Thus entrenched in the upper regions of thought, it is in cruder form even more firmly rooted in what may be styled the lower. "What gives to the fallacies of protection such a tenacious hold, in spite of their evident inconsistencies and absurdities, is the idea that the sum to be distributed in wages is in each community a fixed one, which the competition of "foreign labor" must still further subdivide. The same idea underlies most of the theories which aim at the abolition of interest and the restriction of competition, as the means whereby the share of the laborer in the general wealth can be increased; and it crops out in every direction among those who are not thoughtful enough to have any theories, as may be seen in the columns of newspapers and the debates of legislative bodies.


  1. This seems to me true of Mr.
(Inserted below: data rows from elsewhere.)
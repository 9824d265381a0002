import { z } from "zod";
import { schemaOf } from "@/lib/api/schema-match";
import { optional } from "@/lib/api/query-fields";
import {
  DEFAULT_WEAR_LIMIT_32,
  SIZE_REQUIRED,
  readMeasurableSize,
  sizeGeometry,
  sizeToSlug,
  wearMatch,
  type MeasurableSize,
  type TireOnVehicle,
  type WearLimit,
  type WearMatch,
} from "@/lib/tire";
import { HALF_32NDS_PATTERN, MAX_TREAD_DEPTH_32, STAYING_TIRES_MAX, STAYING_TIRES_MIN, WEAR_LIMIT_32_MAX, WEAR_LIMIT_MM_MAX } from "./wear-match-rules";

const DEPTH_RULE = `a depth in 32nds of an inch from 0 to ${MAX_TREAD_DEPTH_32}, whole or a half (10 or 10.5)`;
const halves = (min: number, max: number, rule: string) =>
  z
    .string()
    .trim()
    .regex(HALF_32NDS_PATTERN, rule)
    .transform(Number)
    .pipe(z.number().min(min, rule).max(max, rule));

const STAYING_RULE = `the depths left on the ${STAYING_TIRES_MIN} or ${STAYING_TIRES_MAX} tires that stay, separated by commas, each ${DEPTH_RULE}`;

/** GET /api/v1/wear-match: a size, the new tire's depth, the depths that stay, and at most one limit. */
export const wearMatchQuerySchema = z
  .object({
    size: z.string().trim().min(1, SIZE_REQUIRED).describe('The size on the vehicle, a slug ("225-65R17") or an ordinary spelling.'),
    newTreadDepth32: halves(1, MAX_TREAD_DEPTH_32, DEPTH_RULE).describe("The new tire's tread depth in 32nds of an inch."),
    remaining32: z
      .string()
      .trim()
      .min(1, STAYING_RULE)
      .transform((text) => text.split(",").map((part) => part.trim()))
      .pipe(z.array(halves(0, MAX_TREAD_DEPTH_32, STAYING_RULE)).min(STAYING_TIRES_MIN, STAYING_RULE).max(STAYING_TIRES_MAX, STAYING_RULE))
      .describe("The depths left on the tires that stay (two or three), in 32nds, separated by commas: 6,6.5,7."),
    limit32: optional(halves(0.5, WEAR_LIMIT_32_MAX, `a tread-depth difference in 32nds from 0.5 to ${WEAR_LIMIT_32_MAX}, whole or a half`)).describe(
      "The vehicle maker's limit as a tread-depth difference in 32nds. Give this or limitCircumferenceMm, not both; neither takes the shop's default.",
    ),
    limitCircumferenceMm: optional(
      z
        .string()
        .trim()
        .regex(/^\d+(\.\d+)?$/, "expected a number of millimetres")
        .transform(Number)
        .pipe(z.number().gt(0, "must be more than 0 mm").max(WEAR_LIMIT_MM_MAX, `must be at most ${WEAR_LIMIT_MM_MAX} mm`)),
    ).describe("The vehicle maker's limit as a rolling-circumference difference in millimetres."),
  })
  .refine((query) => query.limit32 === undefined || query.limitCircumferenceMm === undefined, {
    path: ["limitCircumferenceMm"],
    message: "give a tread-depth limit or a circumference limit, not both: the vehicle maker states one of them",
  });

export type WearMatchQuery = z.infer<typeof wearMatchQuerySchema>;

const tireSchema = z.object({ overallDiameterMm: z.number(), circumferenceMm: z.number() });

export interface WearMatchBody {
  size: string;
  newTreadDepth32: number;
  new: { overallDiameterMm: number; circumferenceMm: number };
  remaining: { depth32: number; overallDiameterMm: number; circumferenceMm: number }[];
  spread32: number;
  limit: { kind: WearLimit["kind"]; value: number; limit32: number; fromShop: boolean };
  replaceSet: boolean;
  replaceReason: WearMatch["replaceReason"];
  fitsAsIs: boolean;
  shaveTo32: number | null;
}

export const wearMatchAnswerSchema = schemaOf<WearMatchBody>()(
  z.object({
    size: z.string().describe("The size's slug."),
    newTreadDepth32: z.number(),
    new: tireSchema.describe("The new tire: the size's nominal overall diameter (common practice) and π × diameter."),
    remaining: z.array(tireSchema.extend({ depth32: z.number() })).describe("Each staying tire, taken to have started at the new tire's depth."),
    spread32: z.number().describe("The deepest staying tire less the shallowest, in 32nds."),
    limit: z.object({
      kind: z.enum(["depth32", "circumferenceMm"]),
      value: z.number(),
      limit32: z.number().describe("The limit as a tread-depth difference in 32nds, unrounded."),
      fromShop: z.boolean().describe("True when the request gave no limit and the shop's default applies."),
    }),
    replaceSet: z.boolean().describe("One or two new tires cannot bring every tire within the limit of every other."),
    replaceReason: z.enum(["spread", "newTooShallow"]).nullable(),
    fitsAsIs: z.boolean(),
    shaveTo32: z.number().nullable().describe("The depth to shave the new tire to, unrounded; only when shaving is the answer."),
  }),
);

export type WearMatchEvaluation =
  | { ok: true; size: MeasurableSize; limit: WearLimit; limitFromShop: boolean; match: WearMatch }
  | { ok: false; code: "unreadable"; message: string; field: "size" };

/** Judges a valid query with the tire core; `shopLimit32` is the shop's default limit, used when the query names none. */
export function evaluateWearMatch(query: WearMatchQuery, shopLimit32: number = DEFAULT_WEAR_LIMIT_32): WearMatchEvaluation {
  const size = readMeasurableSize(query.size);
  if (!size.ok) return { ok: false, code: "unreadable", message: size.message, field: "size" };
  const limitFromShop = query.limit32 === undefined && query.limitCircumferenceMm === undefined;
  const limit: WearLimit =
    query.limitCircumferenceMm !== undefined
      ? { kind: "circumferenceMm", value: query.limitCircumferenceMm }
      : { kind: "depth32", value: query.limit32 ?? shopLimit32 };
  const match = wearMatch({ newDiameterMm: sizeGeometry(size.size).overallDiameterMm, newDepth32: query.newTreadDepth32, remaining32: query.remaining32, limit });
  return { ok: true, size: size.size, limit, limitFromShop, match };
}

const tireFigures = ({ overallDiameterMm, circumferenceMm }: TireOnVehicle) => ({ overallDiameterMm, circumferenceMm });

/** The API's 200 body for an evaluation. */
export function wearMatchBody({ size, limit, limitFromShop, match }: Extract<WearMatchEvaluation, { ok: true }>): WearMatchBody {
  return {
    size: sizeToSlug(size),
    newTreadDepth32: match.newTire.depth32,
    new: tireFigures(match.newTire),
    remaining: match.remaining.map((staying) => ({ depth32: staying.depth32, ...tireFigures(staying) })),
    spread32: match.spread32,
    limit: { ...limit, limit32: match.limit32, fromShop: limitFromShop },
    replaceSet: match.verdict === "replaceSet",
    replaceReason: match.replaceReason,
    fitsAsIs: match.verdict === "fitsAsIs",
    shaveTo32: match.shaveTo32,
  };
}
Thornton's objections, for while he denies the existence of a predetermined wage fund, consisting of a portion of capital set apart for the purchase of labor, he yet holds (which is the essential thing) that wages are drawn from capital, and that increase or decrease of capital is increase or decrease of the fund available for the payment of wages. The most vital attack upon the wage fund doctrine of which I know is that of Professor Francis A. Walker (The Wages Question: New York, 1876), yet he admits that wages are in large part advanced from capital — which, so far as it goes, is all that the stanchest supporter of the wage fund theory could claim — ^while he fully accepts the Malthusian theory. Thus his practical conclusions in nowise differ from those reached by expounders of the current theory.